### Work item
Lines below that include the word "flipCaps" should each be copied.

═════ Data to examine

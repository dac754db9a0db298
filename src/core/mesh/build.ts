/** From loose facets to the surface that every later stage works on. */
import { Fault, InputError } from '../base/news.ts';
import type { RunContext } from '../base/run-context.ts';
import { flipCaps, hasFlat, isFlat } from './caps.ts';
import { orient } from './orient.ts';
import { splitFans } from './split-fans.ts';
import type { Soup } from './stl.ts';
import type { Mended, SurfaceMesh } from './surface-mesh.ts';
import { splitAtCorners } from './t-junctions.ts';
import { type Edges, pairEdges } from './twins.ts';
import { weldDistance, weldExact, weldNear } from './weld.ts';

/** Millimetres in one unit of the file. */
export const MM_PER_UNIT = { mm: 1, cm: 10, m: 1000, um: 0.001, inch: 25.4 } as const;

/**
 * Welds, drops facets of no area and facets drawn twice, splits edges at corners that lie on them, pairs edges, winds
 * pieces alike and outward.
 *
 * Where fans meet that share no edge (two cones tip to tip), each has a vertex of its own.
 *
 * @param soup        facets, in the file's unit
 * @param unitsScale  millimetres in one unit of the file
 * @param file        name for messages
 * @throws InputError `no-area` when no facet is left
 * @throws Cancelled
 */
export function buildMesh(soup: Soup, unitsScale: number, ctx: RunContext, file = 'part'): SurfaceMesh {
  if (!(unitsScale > 0 && unitsScale < Infinity)) throw new Fault(`units scale ${unitsScale}`);
  const facets = soup.corners.length / 9;
  const joined = join(soup.corners, ctx, file);
  ctx.step('load', 2 * facets, 3 * facets);
  const places = scaled(joined.positions, unitsScale);
  const { triangles } = joined;
  const { twin, pieceOf, pieces, turned, disagreeing } = orient(places, triangles, joined.edges.partner);
  const positions = splitFans(places, triangles, twin);
  let flipped = 0;
  for (const t of turned) flipped += t;
  ctx.step('load', 3 * facets, 3 * facets);
  return {
    positions,
    triangles,
    twin,
    pieceOf,
    pieces,
    faceOfFacet: faceOfFacet(joined.facetOfFace, facets),
    facetOfFace: joined.facetOfFace,
    bounds: boundsOf(positions),
    closed: pieces.every((p) => p.closed),
    area: pieces.reduce((s, p) => s + p.area, 0),
    volume: pieces.reduce((s, p) => s + p.volume, 0),
    mended: { ...joined.mended, flipped, nonManifoldEdges: joined.edges.crowded + disagreeing },
  };
}

interface Joined {
  /** In the file's unit, 3 a vertex. */
  positions: Float64Array;
  triangles: Uint32Array;
  edges: Edges;
  facetOfFace: Int32Array;
  mended: Pick<Mended, 'welded' | 'degenerate' | 'duplicate' | 'split'>;
}

/** Facets by their vertices, joined edge to edge. Where every edge joins two facets as it stands there is nothing to look for. */
function join(corners: Float64Array, ctx: RunContext, file: string): Joined {
  const exact = weldExact(corners, ctx);
  const { vertex: triangles, positions } = exact;
  const edges = isWhole(positions, triangles, weldDistance(corners));
  if (edges)
    return {
      positions,
      triangles,
      edges,
      facetOfFace: new Int32Array(triangles.length / 3).map((_, f) => f),
      mended: { welded: 0, degenerate: 0, duplicate: 0, split: 0 },
    };
  const welded = weldNear(exact, weldDistance(corners));
  const kept = keepFacets(welded.vertex);
  const whole = mendCaps(cornersOf(welded.vertex, kept.facetOfFace), kept, welded.positions, welded.distance);
  if (whole.facetOfFace.length === 0)
    throw new InputError({
      code: 'no-area',
      file,
      place: '',
      problem: 'none of the facets has an area',
      mend: 'export the part again',
    });
  const mended = mendJunctions(whole, welded.positions, welded.distance);
  return {
    ...renumber(mended.triangles, welded.positions),
    edges: mended.edges,
    facetOfFace: mended.facetOfFace,
    mended: {
      welded: welded.joined,
      degenerate: kept.degenerate + whole.caps,
      duplicate: kept.duplicate,
      split: mended.split,
    },
  };
}

/** The pairing of edges, when each joins two facets, no two facets are the same and none is flat; otherwise null. */
function isWhole(x: Float64Array, triangles: Uint32Array, distance: number): Edges | null {
  for (let h = 0; h < triangles.length; h += 3) {
    const [a, b, c] = [triangles[h], triangles[h + 1], triangles[h + 2]];
    if (a === b || b === c || c === a || isFlat(x, a, b, c, distance)) return null;
  }
  const edges = pairEdges(triangles, x.length / 3);
  const { partner } = edges;
  if (edges.crowded > 0 || triangles.length === 0) return null;
  for (let h = 0; h < partner.length; h += 3) {
    if (partner[h] < 0 || partner[h + 1] < 0 || partner[h + 2] < 0) return null;
    const g = (partner[h] / 3) | 0;
    if (((partner[h + 1] / 3) | 0) === g && ((partner[h + 2] / 3) | 0) === g) return null;
  }
  return edges;
}

function scaled(x: Float64Array, scale: number): Float64Array {
  if (scale !== 1) for (let i = 0; i < x.length; i++) x[i] *= scale;
  return x;
}

interface Kept {
  facetOfFace: Int32Array;
  /** Facets with two equal corners. */
  degenerate: number;
  duplicate: number;
}

function keepFacets(vertex: Uint32Array): Kept {
  const facets = vertex.length / 3;
  const facetOfFace = new Int32Array(facets);
  let [count, degenerate, duplicate] = [0, 0, 0];
  let size = 1 << Math.max(4, Math.ceil(Math.log2(2 * facets + 1)));
  const table = new Int32Array(size).fill(-1);
  size--;
  for (let f = 0; f < facets; f++) {
    const [a, b, c] = [vertex[3 * f], vertex[3 * f + 1], vertex[3 * f + 2]];
    if (a === b || b === c || c === a) {
      degenerate++;
      continue;
    }
    const lo = Math.min(a, b, c);
    const hi = Math.max(a, b, c);
    const mid = a ^ b ^ c ^ lo ^ hi;
    let h = Math.imul(lo, 0x9e3779b1) ^ Math.imul(mid, 0x85ebca6b) ^ Math.imul(hi, 0xc2b2ae35);
    h = Math.imul(h ^ (h >>> 15), 0x2c1b3c6d);
    let s = (h ^ (h >>> 13)) & size;
    let other = table[s];
    while (other >= 0 && !sameCorners(vertex, other, lo, mid, hi)) {
      s = (s + 1) & size;
      other = table[s];
    }
    if (other >= 0) {
      duplicate++;
      continue;
    }
    table[s] = f;
    facetOfFace[count++] = f;
  }
  return { facetOfFace: facetOfFace.slice(0, count), degenerate, duplicate };
}

interface Whole {
  triangles: Uint32Array;
  facetOfFace: Int32Array;
  caps: number;
}

/** A facet lower than the weld distance over its longest side has no area that was meant, and no normal to trust. */
function mendCaps(triangles: Uint32Array, kept: Kept, x: Float64Array, distance: number): Whole {
  let { facetOfFace } = kept;
  let caps = 0;
  if (hasFlat(x, triangles, distance)) {
    const { partner } = pairEdges(triangles, x.length / 3);
    const { drop, from, found } = flipCaps(x, triangles, partner, distance);
    caps = found;
    const stay: number[] = [];
    for (let f = 0; f < drop.length; f++) if (!drop[f]) stay.push(f);
    facetOfFace = Int32Array.from(stay, (f) => kept.facetOfFace[from[f]]);
    triangles = Uint32Array.from(
      { length: 3 * stay.length },
      (_, i) => triangles[3 * stay[(i / 3) | 0] + (i % 3)],
    );
  }
  return { triangles, facetOfFace, caps };
}

/**
 * A corner that was meant to lie on an edge is off it by what rounding did to the corner and to the edge's ends. Welding
 * allows its distance for each of them; so both together.
 */
const ON_EDGE = 2;

/** Facets with their edges paired, after border edges were split where corners of others lie on them. */
function mendJunctions(whole: Whole, x: Float64Array, distance: number) {
  const { triangles, facetOfFace } = whole;
  const edges = pairEdges(triangles, x.length / 3);
  const split = splitAtCorners(x, triangles, edges.partner, ON_EDGE * distance);
  if (!split) return { triangles, facetOfFace, edges, split: 0 };
  return {
    triangles: split.triangles,
    facetOfFace: Int32Array.from(split.from, (f) => facetOfFace[f]),
    edges: pairEdges(split.triangles, x.length / 3),
    split: split.edges,
  };
}

function faceOfFacet(facetOfFace: Int32Array, facets: number): Int32Array {
  const out = new Int32Array(facets).fill(-1);
  // From the back, so that a facet that became several faces names the first.
  for (let f = facetOfFace.length - 1; f >= 0; f--) out[facetOfFace[f]] = f;
  return out;
}

const cornersOf = (vertex: Uint32Array, facetOfFace: Int32Array): Uint32Array => {
  const triangles = new Uint32Array(3 * facetOfFace.length);
  for (let f = 0; f < facetOfFace.length; f++)
    for (let i = 0; i < 3; i++) triangles[3 * f + i] = vertex[3 * facetOfFace[f] + i];
  return triangles;
};

function sameCorners(vertex: Uint32Array, f: number, lo: number, mid: number, hi: number): boolean {
  const [a, b, c] = [vertex[3 * f], vertex[3 * f + 1], vertex[3 * f + 2]];
  return Math.min(a, b, c) === lo && Math.max(a, b, c) === hi && (a ^ b ^ c ^ lo ^ hi) === mid;
}

/** Vertices that faces use, in order of first use. */
function renumber(from: Uint32Array, x: Float64Array) {
  const number = new Int32Array(x.length / 3).fill(-1);
  const triangles = new Uint32Array(from.length);
  const positions = new Float64Array(x.length);
  let count = 0;
  for (let c = 0; c < from.length; c++) {
    const v = from[c];
    if (number[v] < 0) {
      number[v] = count;
      for (let k = 0; k < 3; k++) positions[3 * count + k] = x[3 * v + k];
      count++;
    }
    triangles[c] = number[v];
  }
  return { positions: positions.slice(0, 3 * count), triangles };
}

function boundsOf(x: Float64Array): SurfaceMesh['bounds'] {
  const lo: [number, number, number] = [Infinity, Infinity, Infinity];
  const hi: [number, number, number] = [-Infinity, -Infinity, -Infinity];
  for (let i = 0; i < x.length; i++) {
    const k = i % 3;
    if (x[i] < lo[k]) lo[k] = x[i];
    if (x[i] > hi[k]) hi[k] = x[i];
  }
  return [lo, hi];
}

══════════

### Written reply
import { flipCaps, hasFlat, isFlat } from './caps.ts';
    const { drop, from, found } = flipCaps(x, triangles, partner, distance);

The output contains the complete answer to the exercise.